Le 25e jour du Mois Cramoisi — la fin de la saison des pluies approchait à grands pas, ce jour-là. Nous offrions un dîner aux gens de la ferronnerie Jagar, dans la maison d'hôtes de la ville-château.
À l'origine, Diaru devait rentrer dans son pays natal pendant le Mois Cramoisi. Ce n'est que vers la fin du mois que le groupe venu la chercher arriva enfin à Genos.
« Ça va me faire bizarre sans Diaru. Fais bien attention sur la route, hein »
À la demande de Diaru, plusieurs représentants des gens de Moribe étaient assis à la même table. Tandis que je dégustais le dîner que j'avais moi-même préparé, je lui lançais ces mots, et Diaru hocha la tête avec entrain en répondant « Oui ! »

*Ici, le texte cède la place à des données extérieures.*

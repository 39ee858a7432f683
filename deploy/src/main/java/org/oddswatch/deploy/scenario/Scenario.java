package org.oddswatch.deploy.scenario;

import java.time.Duration;
import java.time.Instant;
import java.util.Iterator;
import java.util.List;
import java.util.Locale;
import java.util.Spliterator;
import java.util.Spliterators;
import java.util.stream.Stream;
import java.util.stream.StreamSupport;

/**
 * A simulated regional respiratory-illness testing programme: tested people from five clinics in two
 * regions, with household contact, recent travel, age band and sex, outcomes drawn from a documented
 * logistic {@link TruthModel} over a documented {@link Population}, and optional scripted changes.
 *
 * <pre>{@code
 * Scenario s = Scenario.respiratory(ScenarioOptions.defaults().withSeed(42));
 * try (Stream<ScenarioEvent> events = s.events()) {
 *     events.map(ScenarioEvent::toJson).forEach(System.out::println);
 * }
 * }</pre>
 *
 * <p>Scenarios (see {@code deploy/SCENARIOS.md}):
 * <ul>
 *   <li>{@code respiratory}: the truth model for the first 16 weeks; from week 16 the odds ratio of
 *       household contact doubles (2.5 to 5.0); from week 26 every probability is multiplied by 1.3,
 *       a prevalence rise the baseline model does not expect;</li>
 *   <li>{@code steady}: the truth model throughout, for false-alarm studies.</li>
 * </ul>
 * Weeks count from {@link ScenarioOptions#start()}; the first {@value #BASELINE_WEEKS} weeks are the
 * intended baseline period. Deterministic: same options, same records.
 */
public final class Scenario implements Iterable<ScenarioEvent> {

    public static final String RESPIRATORY = "respiratory";
    public static final String STEADY = "steady";
    /** Length of the intended fixed baseline period, from the start. */
    public static final int BASELINE_WEEKS = 12;
    /** When the respiratory script doubles the household-contact odds ratio. */
    public static final Duration OR_DOUBLING_AFTER = Duration.ofDays(7 * 16);
    /** When the respiratory script raises every probability by 30 %. */
    public static final Duration PREVALENCE_RISE_AFTER = Duration.ofDays(7 * 26);

    private final String name;
    private final ScenarioOptions options;
    private final List<ScriptedChange> changes;

    private Scenario(String name, ScenarioOptions options, List<ScriptedChange> defaultChanges) {
        this.name = name;
        this.options = options;
        this.changes = options.changes() == null ? defaultChanges : options.changes();
    }

    /** The house scenario with its drift script (unless the options carry their own). */
    public static Scenario respiratory(ScenarioOptions options) {
        return new Scenario(RESPIRATORY, options, List.of(
                ScriptedChange.oddsRatio("household_contact", "yes", 2.0, OR_DOUBLING_AFTER),
                ScriptedChange.prevalence(1.3, PREVALENCE_RISE_AFTER)));
    }

    /** The house scenario without any change (unless the options carry changes). */
    public static Scenario steady(ScenarioOptions options) {
        return new Scenario(STEADY, options, List.of());
    }

    /** By name, as on the command line: {@code respiratory} or {@code steady}. */
    public static Scenario named(String name, ScenarioOptions options) {
        return switch (name.toLowerCase(Locale.ROOT)) {
            case RESPIRATORY -> respiratory(options);
            case STEADY -> steady(options);
            default -> throw new IllegalArgumentException(
                    "unknown scenario '" + name + "' (known: " + String.join(", ", names()) + ")");
        };
    }

    public static List<String> names() {
        return List.of(RESPIRATORY, STEADY);
    }

    public String name() {
        return name;
    }

    public ScenarioOptions options() {
        return options;
    }

    /** The scripted changes in force for this feed (possibly empty). */
    public List<ScriptedChange> changes() {
        return changes;
    }

    /** Prefix of event ids: {@code rsp-} (respiratory) or {@code std-} (steady). */
    public String idPrefix() {
        return name.equals(STEADY) ? "std-" : "rsp-";
    }

    /** Simulated time at which a change takes effect. */
    public Instant changeTime(ScriptedChange change) {
        return options.start().plus(change.after());
    }

    /** Exclusive end of the intended baseline period: start + {@value #BASELINE_WEEKS} weeks. */
    public Instant baselineEnd() {
        return options.start().plus(Duration.ofDays(7L * BASELINE_WEEKS));
    }

    /** All records in emission order, lazily; the stream ends with the simulated span. */
    public Stream<ScenarioEvent> events() {
        return StreamSupport.stream(Spliterators.spliteratorUnknownSize(iterator(),
                Spliterator.ORDERED | Spliterator.NONNULL), false);
    }

    @Override
    public Iterator<ScenarioEvent> iterator() {
        return new ScenarioFeed(this);
    }

    /**
     * The true odds ratio of {@code term = level} against its reference at simulated time {@code at}:
     * exp(coefficient) times the factors of the odds-ratio changes in force.
     */
    public double trueOddsRatio(String term, String level, Instant at) {
        double or = Math.exp(TruthModel.coefficient(term, level));
        for (ScriptedChange c : changes) {
            if (c.kind() == ScriptedChange.Kind.ODDS_RATIO && c.term().equals(term)
                    && java.util.Objects.equals(c.level(), level) && !at.isBefore(changeTime(c))) {
                or *= c.factor();
            }
        }
        return or;
    }

    /** The true probability of a positive result for {@code person} at {@code at}. */
    public double trueProbability(ScenarioEvent.Person person, Instant at) {
        double eta = TruthModel.logOdds(person);
        double multiplier = 1;
        String[] indicators = TruthModel.indicators(person);
        for (ScriptedChange c : changes) {
            if (at.isBefore(changeTime(c))) {
                continue;
            }
            if (c.kind() == ScriptedChange.Kind.PREVALENCE) {
                multiplier *= c.factor();
            } else {
                String key = TruthModel.key(c.term(), c.level());
                for (String k : indicators) {
                    if (k.equals(key)) {
                        eta += Math.log(c.factor());
                    }
                }
            }
        }
        return Math.min(1.0, TruthModel.logistic(eta) * multiplier);
    }

    /**
     * The expected share of positives among clean events at {@code at}: the exact sum of
     * share x probability over all 2 x 2 x 4 x 2 x 5 attribute combinations of the {@link Population}.
     */
    public double expectedPrevalence(Instant at) {
        double sum = 0;
        for (int h = 0; h < 2; h++) {
            for (int t = 0; t < 2; t++) {
                double ph = h == 1 ? Population.HOUSEHOLD_SHARE : 1 - Population.HOUSEHOLD_SHARE;
                double pt = t == 1 ? Population.TRAVEL_SHARE : 1 - Population.TRAVEL_SHARE;
                for (String age : Population.AGE_BANDS.levels()) {
                    for (String sex : Population.SEXES.levels()) {
                        for (String clinic : Population.CLINICS.levels()) {
                            double share = ph * pt * Population.AGE_BANDS.share(age) * Population.SEXES.share(sex)
                                    * Population.CLINICS.share(clinic);
                            ScenarioEvent.Person p = new ScenarioEvent.Person(h == 1, t == 1, age, sex, clinic,
                                    Population.regionOf(clinic));
                            sum += share * trueProbability(p, at);
                        }
                    }
                }
            }
        }
        return sum;
    }

    /** A few plain lines: the scenario, its span and rate, the baseline period and the script. */
    public String describe() {
        StringBuilder b = new StringBuilder();
        b.append("scenario ").append(name).append(": regional respiratory-illness testing programme (simulated)\n");
        b.append("  span ").append(options.start()).append(" to ").append(options.end())
                .append(", about ").append(Math.round(options.eventsPerWeek())).append(" events a week, seed ")
                .append(options.seed()).append('\n');
        b.append("  baseline period ").append(options.start()).append(" to ").append(baselineEnd())
                .append(String.format(Locale.ROOT, ", expected prevalence %.4f%n", expectedPrevalence(options.start())));
        if (changes.isEmpty()) {
            b.append("  no scripted change\n");
        }
        for (ScriptedChange c : changes) {
            Instant at = changeTime(c);
            b.append("  ").append(at).append(": ").append(c.describe())
                    .append(String.format(Locale.ROOT, "; expected prevalence afterwards %.4f%n", expectedPrevalence(at)));
        }
        if (options.defectShare() > 0) {
            b.append(String.format(Locale.ROOT, "  %.1f %% extra defective records (malformed, late, duplicate)%n",
                    100 * options.defectShare()));
        }
        return b.toString();
    }
}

« Moi aussi, quitter Genos me laisse des regrets, mais deux mois, ça passe en un clin d'œil ! Toi aussi, Asta, fais gaffe à ne pas te blesser en t'embarquant dans une histoire bizarre, d'accord ? »
Le fait que Diaru utilise le langage poli envers moi tenait bien sûr à la présence de son père, strict sur l'étiquette, qui se tenait à ses côtés. Pourtant, quel que soit son vocabulaire, Diaru débordait aujourd'hui d'une vitalité et d'une grâce supérieures à l'ordinaire. Trouvant cela charmant, je lui rendis son sourire par un « Oui » franc.
Comme cela faisait longtemps qu'elle rentrait au pays, Diaru était de très belle humeur depuis un moment. Elle avait passé pas loin d'un an et neuf mois à Genos, après tout. Durant cette période, elle n'avait pas revu sa famille, hormis son père, alors sa nostalgie devait être à son comble.
« Comme je vous l'ai déjà expliqué, l'intérim de Diaru sera assuré par Hariasu. Gens de Moribe, je vous prie de bien vouloir l'accueillir favorablement »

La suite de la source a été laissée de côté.